The Bitcoin hashrate – the aggregate computation power the network consumes – has declined drastically over the past couple of weeks. Industry insiders consider this a signal that China’s clampdown on its domestic mining industry is now being reflected on the network. If this trend continues, it could have wider implications for the future of bitcoin mining.
Here’s what the decline in Bitcoin’s hashrate means for the global mining community and Bitcoin investors.
After hitting an all-time high of 180.6 million exahashes per second in May, Bitcoin’s hashrate has declined to 129.1 million exahashes per second this week. This dip is extraordinary because the hashrate has been steadily climbing for several years, alongside the value of each BTC.
The slowdown comes just weeks after Chinese regulators announced new measures to limit mining activities within the country. Four provinces – the Xinjiang Uygur Autonomous Region, the Inner Mongolia Autonomous Region, and the Qinghai province – have all announced their mining facilities will be shut down because the regions failed to meet Beijing’s energy use targets and laid out plans to reduce power consumption. Meanwhile, officials in Sichuan province are expected to follow suit.
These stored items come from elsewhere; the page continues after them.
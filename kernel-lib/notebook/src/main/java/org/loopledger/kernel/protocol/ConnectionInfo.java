package org.loopledger.kernel.protocol;

import com.google.gson.Gson;
import com.google.gson.JsonObject;

import java.io.IOException;
import java.nio.charset.StandardCharsets;
import java.nio.file.Files;
import java.nio.file.Path;

/**
 * A Jupyter connection file (Jupyter messaging specification 5.3, "Kernel specs" / connection files):
 * transport, ip, the five ports, the signature scheme and the key. The key never appears in
 * {@link #toString()}.
 */
public record ConnectionInfo(String transport, String ip, int shellPort, int controlPort, int iopubPort,
                             int stdinPort, int hbPort, String signatureScheme, String key) {

    public ConnectionInfo {
        if (!"tcp".equals(transport) && !"ipc".equals(transport)) {
            throw new IllegalArgumentException("unsupported transport '" + transport + "' in the connection file; use tcp or ipc");
        }
        if (signatureScheme == null || signatureScheme.isEmpty()) signatureScheme = "hmac-sha256";
        if (!"hmac-sha256".equals(signatureScheme)) {
            throw new IllegalArgumentException("unsupported signature_scheme '" + signatureScheme + "'; this kernel signs with hmac-sha256");
        }
        if (key == null) key = "";
    }

    public static ConnectionInfo read(Path file) throws IOException {
        JsonObject o;
        try {
            o = new Gson().fromJson(Files.readString(file, StandardCharsets.UTF_8), JsonObject.class);
        } catch (RuntimeException e) {
            throw new IOException("connection file " + file + " is not valid JSON: " + e.getMessage(), e);
        }
        if (o == null) throw new IOException("connection file " + file + " is empty");
        try {
            return new ConnectionInfo(
                    o.has("transport") ? o.get("transport").getAsString() : "tcp",
                    o.get("ip").getAsString(),
                    o.get("shell_port").getAsInt(), o.get("control_port").getAsInt(), o.get("iopub_port").getAsInt(),
                    o.get("stdin_port").getAsInt(), o.get("hb_port").getAsInt(),
                    o.has("signature_scheme") ? o.get("signature_scheme").getAsString() : "hmac-sha256",
                    o.has("key") ? o.get("key").getAsString() : "");
        } catch (NullPointerException | ClassCastException | IllegalStateException | NumberFormatException e) {
            throw new IOException("connection file " + file + " lacks ip or one of shell_port, control_port, iopub_port, stdin_port, hb_port", e);
        }
    }

    /** The ZeroMQ endpoint for a port: {@code tcp://ip:port}, or {@code ipc://ip-port} for the ipc transport. */
    public String endpoint(int port) {
        return "tcp".equals(transport) ? "tcp://" + ip + ":" + port : "ipc://" + ip + "-" + port;
    }

    @Override
    public String toString() {
        return "ConnectionInfo[" + transport + "://" + ip + " shell=" + shellPort + " control=" + controlPort + " iopub=" + iopubPort
                + " stdin=" + stdinPort + " hb=" + hbPort + " " + signatureScheme + (key.isEmpty() ? " unsigned" : " signed") + "]";
    }
}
According to a tweet by Chinese crypto blogger Colin Wu, “Bitcoin mining in Sichuan, China is being shut down one after another. Miners believe that Sichuan’s restrictive policies will be introduced soon. Ethereum’s hashrate fell by 7%, Bitcoin’s hashrate is temporarily not reflected.”
Since China hosts around 75% of the world’s bitcoin mining capacity, these shutdowns are expected to have an impact on the global cryptocurrency sector.
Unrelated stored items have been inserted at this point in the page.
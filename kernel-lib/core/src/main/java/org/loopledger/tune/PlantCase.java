package org.loopledger.tune;

import org.loopledger.frf.Frf;
import org.loopledger.lti.Motion;

import java.util.Objects;

/**
 * One load case for the tuner: a label for the record and the plant from current (or torque or force)
 * command to velocity, as measured: in rad/s on a {@link Motion#ROTARY} axis, in m/s on a
 * {@link Motion#LINEAR} one (the motion decides the units the tuning result is shown in).
 */
public record PlantCase(String label, Frf plantToVelocity, Motion motion) {
    public PlantCase {
        Objects.requireNonNull(plantToVelocity, "plant FRF");
        if (label == null || label.isBlank()) throw new IllegalArgumentException("give each load case a label (e.g. \"heavy head\")");
        if (motion == null) throw new IllegalArgumentException("load case '" + label + "': say whether the axis is Motion.ROTARY or Motion.LINEAR");
        if (plantToVelocity.size() < 8) throw new IllegalArgumentException("load case '" + label + "' has only " + plantToVelocity.size()
                + " FRF points; a tuner needs the response over the band around the crossover (at least 8 points, typically hundreds)");
    }

    /** A rotary axis (velocity in rad/s). */
    public PlantCase(String label, Frf plantToVelocity) { this(label, plantToVelocity, Motion.ROTARY); }

    /** A rotary axis (velocity in rad/s). */
    public static PlantCase of(String label, Frf plantToVelocity) { return new PlantCase(label, plantToVelocity); }

    /** A rotary or linear axis (velocity in rad/s or m/s). */
    public static PlantCase of(String label, Frf plantToVelocity, Motion motion) { return new PlantCase(label, plantToVelocity, motion); }

    /** A linear axis: the plant to velocity in m/s. */
    public static PlantCase linear(String label, Frf plantToVelocityMPerS) { return new PlantCase(label, plantToVelocityMPerS, Motion.LINEAR); }
}
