package org.loopledger.kernel.protocol;

import com.google.gson.Gson;
import com.google.gson.JsonElement;
import com.google.gson.JsonObject;

import java.nio.charset.StandardCharsets;
import java.util.ArrayList;
import java.util.Arrays;
import java.util.LinkedHashSet;
import java.util.List;
import java.util.Optional;

/**
 * Encodes and decodes the multipart frames of the wire protocol (Jupyter messaging specification 5.3):
 * {@code [identities..., "<IDS|MSG>", signature, header, parent_header, metadata, content, buffers...]}.
 * Decoding never throws: a malformed, badly signed or replayed message yields a {@link Rejection} naming why.
 *
 * <p>Replays: with signing on, the signature of every accepted message is remembered (the last
 * {@value #DIGEST_HISTORY} of them) and a message carrying a remembered signature is rejected as a
 * duplicate, as jupyter_client's {@code Session} does with its digest history (there 2<sup>16</sup> entries,
 * culled at random; here the oldest go first). Only verified signatures enter the history, so a sender
 * without the key cannot fill it. Thread-safe: the channels share one codec.
 */
public final class WireCodec {
    public static final byte[] DELIMITER = "<IDS|MSG>".getBytes(StandardCharsets.US_ASCII);
    /** How many signatures are remembered to reject replays (jupyter_client's {@code digest_history_size}). */
    public static final int DIGEST_HISTORY = 1 << 16;
    private static final Gson GSON = new Gson();
    private final MessageSigner signer;
    private final LinkedHashSet<String> seenSignatures = new LinkedHashSet<>();

    public WireCodec(MessageSigner signer) {
        this.signer = signer;
    }

    /** Why a message was dropped; never contains the key. */
    public record Rejection(String reason) {}

    /** Either a message or the reason it was rejected. */
    public record Decoded(Optional<Message> message, Optional<Rejection> rejection) {
        static Decoded ok(Message m) {
            return new Decoded(Optional.of(m), Optional.empty());
        }

        static Decoded rejected(String why) {
            return new Decoded(Optional.empty(), Optional.of(new Rejection(why)));
        }
    }

    public List<byte[]> encode(Message m) {
        List<byte[]> parts = List.of(json(m.header()), json(m.parentHeader()), json(m.metadata()), json(m.content()));
        List<byte[]> frames = new ArrayList<>(m.identities());
        frames.add(DELIMITER);
        frames.add(signer.sign(parts).getBytes(StandardCharsets.US_ASCII));
        frames.addAll(parts);
        frames.addAll(m.buffers());
        return frames;
    }

    public Decoded decode(List<byte[]> frames) {
        int d = -1;
        for (int i = 0; i < frames.size(); i++) {
            if (Arrays.equals(frames.get(i), DELIMITER)) {
                d = i;
                break;
            }
        }
        if (d < 0) return Decoded.rejected("no <IDS|MSG> delimiter among " + frames.size() + " frames");
        if (frames.size() < d + 6) return Decoded.rejected("only " + (frames.size() - d - 1) + " frames after the delimiter; need signature, header, parent_header, metadata, content");
        List<byte[]> parts = frames.subList(d + 2, d + 6);
        if (!signer.verify(frames.get(d + 1), parts)) return Decoded.rejected("bad or missing HMAC-SHA256 signature");
        Decoded decoded;
        try {
            JsonObject header = parse(parts.get(0));
            if (header == null || !header.has("msg_type")) return Decoded.rejected("header lacks msg_type");
            if (!isString(header.get("msg_type"))) return Decoded.rejected("header.msg_type is not a string");
            JsonObject parent = orEmpty(parse(parts.get(1)));
            JsonObject metadata = orEmpty(parse(parts.get(2)));
            JsonObject content = orEmpty(parse(parts.get(3)));
            decoded = Decoded.ok(new Message(frames.subList(0, d), header, parent, metadata, content, frames.subList(d + 6, frames.size())));
        } catch (RuntimeException | StackOverflowError e) {
            // StackOverflowError: JSON nested deeper than the copies of Message can follow
            return Decoded.rejected("frames are not JSON objects: " + e.getClass().getSimpleName());
        }
        if (signer.enabled() && !remember(new String(frames.get(d + 1), StandardCharsets.US_ASCII))) {
            return Decoded.rejected("duplicate signature: a replayed message");
        }
        return decoded;
    }

    /** Adds a verified signature to the history; false when it was there already. */
    private synchronized boolean remember(String signature) {
        if (!seenSignatures.add(signature)) return false;
        if (seenSignatures.size() > DIGEST_HISTORY) {
            var oldest = seenSignatures.iterator();
            oldest.next();
            oldest.remove();
        }
        return true;
    }

    static boolean isString(JsonElement e) {
        return e != null && e.isJsonPrimitive() && e.getAsJsonPrimitive().isString();
    }

    private static JsonObject parse(byte[] b) {
        return GSON.fromJson(new String(b, StandardCharsets.UTF_8), JsonObject.class);
    }

    private static JsonObject orEmpty(JsonObject o) {
        return o == null ? new JsonObject() : o;
    }

    private static byte[] json(JsonObject o) {
        return GSON.toJson(o).getBytes(StandardCharsets.UTF_8);
    }
}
China’s clampdown effectively reduces competitive pressure for miners in the rest of the world. Longer block times and lower hashrate translate to greater rewards for miners like Argo Blockchain.
Analysts believe mining equipment could also get cheaper. Over the past year, there has been a shortage of graphic cards and ASIC chips. Supply-chain disruptions from the pandemic further amplified this issue worldwide, sending prices to an all-time high. While some of these impacts may be temporary, the industry could experience a longer-term paradigm shift towards a more diverse array of miners, based in areas with clean and renewable energy. Currently, the Lone Star State has become the go-to spot for these displaced mining operations. CNBC estimated that more than 50% of China’s total hash rate could eventually wind up in Texas.
Analysts expect the hashrate and equipment costs to quickly rebound, as miners step in to fill the gap left behind by China. Indeed, several major Chinese Bitcoin miners are considering moving their equipment and operations to other destinations.
Nevertheless, the fact that China is relinquishing its position as a Bitcoin mining hub alters the industry’s dynamics. It compels the sector to diversify across different parts of the world, which could make the entire network much more robust. It also incentivises miners to move their operations to destinations with cleaner, renewable sources of energy. Effectively, this trend could diminish the global Bitcoin mining industry’s carbon footprint.
A sector that relies more on renewable energy and is less dominated by any single nation could be perceived more favourably by business and political leaders across the world.
China’s clampdown on its domestic mining sector is reducing competition and improving profitability for miners in other parts of the world. While the impact of this is still nascent, it could diversify the mining industry over the long term and could incentivise miners towards clean renewable energy sources.